Automatic execution setup
-------------------------

A common approach for automating this script is using **CRON** to schedule its execution within a **Docker** container. This ensures a consistent and isolated environment. The specific method for scheduling and orchestration, however, is typically a decision for the IT specialist or system administrator managing the deployment.

1.  **Dockerfile**: Create a ``Dockerfile`` to build an image with all necessary dependencies.

.. code-block:: dockerfile

    FROM python:3.10-slim
    WORKDIR /app
    COPY . .
    RUN pip install --no-cache-dir nrt odc-stac odc-geo pystac-client rioxarray xarray
    CMD ["python", "operational_monitoring.py"]

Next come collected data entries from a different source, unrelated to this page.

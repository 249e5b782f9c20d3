import type { DeckSpot, LaunchTableRow, Role, ShipProfile, TrimBand } from '@catline/contracts';

// The invented demo scenario: a fictional training carrier, its squadrons and aircraft types.
// Every name and number here is made up for the demo; none is real launch data.

export const DEMO_PASSWORD = 'catline-demo';

export const demoShip = {
  name: 'Halcyon Reach',
  hullCode: 'CVT-9',
  pairGapS: 10,
  profile: {
    clearingTurnDeg: { bow: 10, waist: -10 },
    departures: {
      I: 'After the clearing turn, parallel the base recovery course at 500 ft until 7 nm, then climb unrestricted in visual conditions.',
      II: 'Straight ahead to 7 nm at 500 ft, then climb on the assigned departure radial under departure control.',
      III: 'Straight ahead, climb to 1,000 ft; at 7 nm turn to the assigned departure radial under positive control.',
    },
  } satisfies ShipProfile,
};

export const demoCatapults = [
  { number: 1, position: 'bow', axisAngleDeg: 1.5, strokeM: 94, energyMinMj: 18, energyMaxMj: 96, settingCount: 40, resetIntervalS: 55, pair: 1 },
  { number: 2, position: 'bow', axisAngleDeg: -1.5, strokeM: 94, energyMinMj: 18, energyMaxMj: 96, settingCount: 40, resetIntervalS: 55, pair: 1 },
  { number: 3, position: 'waist', axisAngleDeg: -7.5, strokeM: 90, energyMinMj: 16, energyMaxMj: 90, settingCount: 40, resetIntervalS: 65, pair: 2 },
  { number: 4, position: 'waist', axisAngleDeg: -9, strokeM: 90, energyMinMj: 16, energyMaxMj: 90, settingCount: 40, resetIntervalS: 65, pair: 2 },
] as const;

/** Taxi times in seconds from each parking area to catapults 1 to 4. */
export const demoDeckSpots: DeckSpot[] = [
  ...[1, 2, 3, 4].map((n) => ({ name: `bow-${n}`, taxiS: { 1: 60 + n * 10, 2: 50 + n * 10, 3: 150, 4: 170 } })),
  ...[1, 2, 3, 4].map((n) => ({ name: `mid-${n}`, taxiS: { 1: 110, 2: 100, 3: 80 + n * 5, 4: 90 + n * 5 } })),
  ...[1, 2, 3, 4].map((n) => ({ name: `aft-${n}`, taxiS: { 1: 180, 2: 170, 3: 90 + n * 10, 4: 80 + n * 10 } })),
  ...[1, 2].map((n) => ({ name: `stern-${n}`, taxiS: { 1: 220, 2: 210, 3: 130, 4: 120 } })),
];

export const demoSquadrons = [
  { code: 'TDC', name: 'Tidecallers', email: 'tidecallers@catline.example' },
  { code: 'BRH', name: 'Brass Herons', email: 'brass-herons@catline.example' },
  { code: 'NJR', name: 'Nightjars', email: 'nightjars@catline.example' },
  { code: 'LNB', name: 'Lanternbearers', email: 'lanternbearers@catline.example' },
];

const strikeTrim: TrimBand[] = [
  { upToLb: 44_000, trimDeg: 15 },
  { upToLb: 48_000, trimDeg: 17 },
  { upToLb: null, trimDeg: 18 },
];

export const demoAircraftTypes = [
  {
    designation: 'KS-7',
    name: 'Kestrin strike fighter',
    maxGrossWeightLb: 51_000,
    crosswindLimitKt: 15,
    thrustLbf: 26_000,
    requiredExcessKt: 12,
    afterburnerFromLb: 46_000,
    trimBands: strikeTrim,
    launchTable: [
      { grossWeightLb: 34_000, minLaunchAirspeedKt: 124 },
      { grossWeightLb: 40_000, minLaunchAirspeedKt: 133 },
      { grossWeightLb: 46_000, minLaunchAirspeedKt: 143 },
      { grossWeightLb: 51_000, minLaunchAirspeedKt: 151 },
    ] satisfies LaunchTableRow[],
  },
  {
    designation: 'LT-5',
    name: 'Larkspur light attack',
    maxGrossWeightLb: 31_000,
    crosswindLimitKt: 12,
    thrustLbf: 17_500,
    requiredExcessKt: 10,
    afterburnerFromLb: 28_000,
    trimBands: [
      { upToLb: 26_000, trimDeg: 10 },
      { upToLb: null, trimDeg: 12 },
    ],
    launchTable: [
      { grossWeightLb: 20_000, minLaunchAirspeedKt: 112 },
      { grossWeightLb: 25_000, minLaunchAirspeedKt: 121 },
      { grossWeightLb: 31_000, minLaunchAirspeedKt: 133 },
    ],
  },
  {
    designation: 'RV-3',
    name: 'Vireo early warning',
    maxGrossWeightLb: 56_000,
    crosswindLimitKt: 20,
    thrustLbf: 11_000,
    requiredExcessKt: 10,
    afterburnerFromLb: null,
    trimBands: [{ upToLb: null, trimDeg: 6 }],
    launchTable: [
      { grossWeightLb: 44_000, minLaunchAirspeedKt: 104 },
      { grossWeightLb: 50_000, minLaunchAirspeedKt: 111 },
      { grossWeightLb: 56_000, minLaunchAirspeedKt: 119 },
    ],
  },
];

const spots = demoDeckSpots.map((spot) => spot.name);
const fleetOf = (first: number, count: number, designation: string, squadron: string, spotOffset: number) =>
  Array.from({ length: count }, (_, i) => ({
    sideNumber: String(first + i),
    designation,
    squadron,
    parkedSpot: spots[(spotOffset + i) % spots.length],
  }));

export const demoAircraft = [
  ...fleetOf(101, 12, 'KS-7', 'TDC', 0),
  ...fleetOf(201, 10, 'KS-7', 'BRH', 5),
  ...fleetOf(301, 4, 'LT-5', 'NJR', 9),
  ...fleetOf(601, 3, 'RV-3', 'LNB', 12),
];

interface DemoPerson {
  email: string;
  name: string;
  role: Role;
  catapultNumber?: number;
  squadron?: string;
}

export const demoPeople: DemoPerson[] = [
  { email: 'admin@catline.example', name: 'Ada Marlowe', role: 'admin' },
  { email: 'airops@catline.example', name: 'Priya Vennard', role: 'air_operations' },
  { email: 'handler@catline.example', name: 'Tomas Achterberg', role: 'handler' },
  ...[1, 2, 3, 4].map((n) => ({
    email: `cat${n}@catline.example`,
    name: ['Lia Okonkwo', 'Sam Falkner', 'Rui Tavares', 'Hanne Lindqvist'][n - 1],
    role: 'catapult_officer' as const,
    catapultNumber: n,
  })),
  { email: 'pilot@catline.example', name: 'Kit Rowan', role: 'pilot', squadron: 'TDC' },
  ...['Jo Abernathy', 'Mika Sorensen', 'Dev Aranda', 'Noor Halloran', 'Ezra Quill', 'Tess Varga', 'Ravi Osei', 'Lou Brandt']
    .map((name, i) => ({
      email: `pilot${i + 2}@catline.example`,
      name,
      role: 'pilot' as const,
      squadron: demoSquadrons[i % demoSquadrons.length].code,
    })),
  { email: 'observer@catline.example', name: 'Oren Castell', role: 'observer' },
];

2.  **CRON Job**: Add a line to your ``crontab`` to run the Docker container daily.

.. code-block:: bash

    # Edit crontab with: crontab -e

    # Run the monitoring script every day at 2:00 AM
    0 2 * * * docker run --rm -v /path/to/your/data:/app/data your-nrt-image-name

This command tells CRON to run your Docker container at 2 AM. The ``-v`` flag mounts your local data directory into the container, allowing the script to read the state file and write the outputs.

Publish the output
==================

Once you have your report products (e.g., disturbance mask, detection date), you'll want to make them accessible.

* The **Web Map Service (WMS)** protocol is a good option for serving the outputs as map layers that can be consumed by GIS software (QGIS, ArcGIS) or web clients.
* If you adopted a tiling strategy, creating a **VRT (Virtual Raster)** is a convenient way to mosaic all tiles into a single virtual layer. This allows individual tiles to be updated without needing to rewrite the entire mosaic, making the update process much faster.

Considerations
==============

.. note::
    Logging: It is crucial to implement comprehensive logging in your operational scripts. This will help you debug issues when the script runs unattended.

.. note::
    State Backups: The operational script overwrites the state file on each successful run. It's wise to implement a backup strategy (e.g., renaming the old state file with a timestamp before saving the new one) to prevent a failed run from corrupting your only state file.

.. note::
    Filesystem Stability: Depending on the architecture you are deploying on (e.g., HPC, cloud), writing directly to a distributed or network file system can be risky. An interrupted process could leave files in a corrupted or incomplete state. A more stable pattern is to write all outputs to a temporary local disk first (e.g., ``/scratch``). Once all processing is complete, a single, atomic move operation can transfer the final products to the persistent storage.

.. note::
    Parallel Processing with Dask: For large-scale deployments, the data loading strategy presented above may be inneficient. Dask provides a powerful solution for parallel and out-of-core (lazy) computation. When using ``odc.stac.stac_load``, you can pass a chunks argument (e.g., chunks={'x': 1024, 'y': 1024}). This instructs stac_load to return a Dask array instead of a NumPy array, allowing data to be loaded, processed, and written in parallel blocks.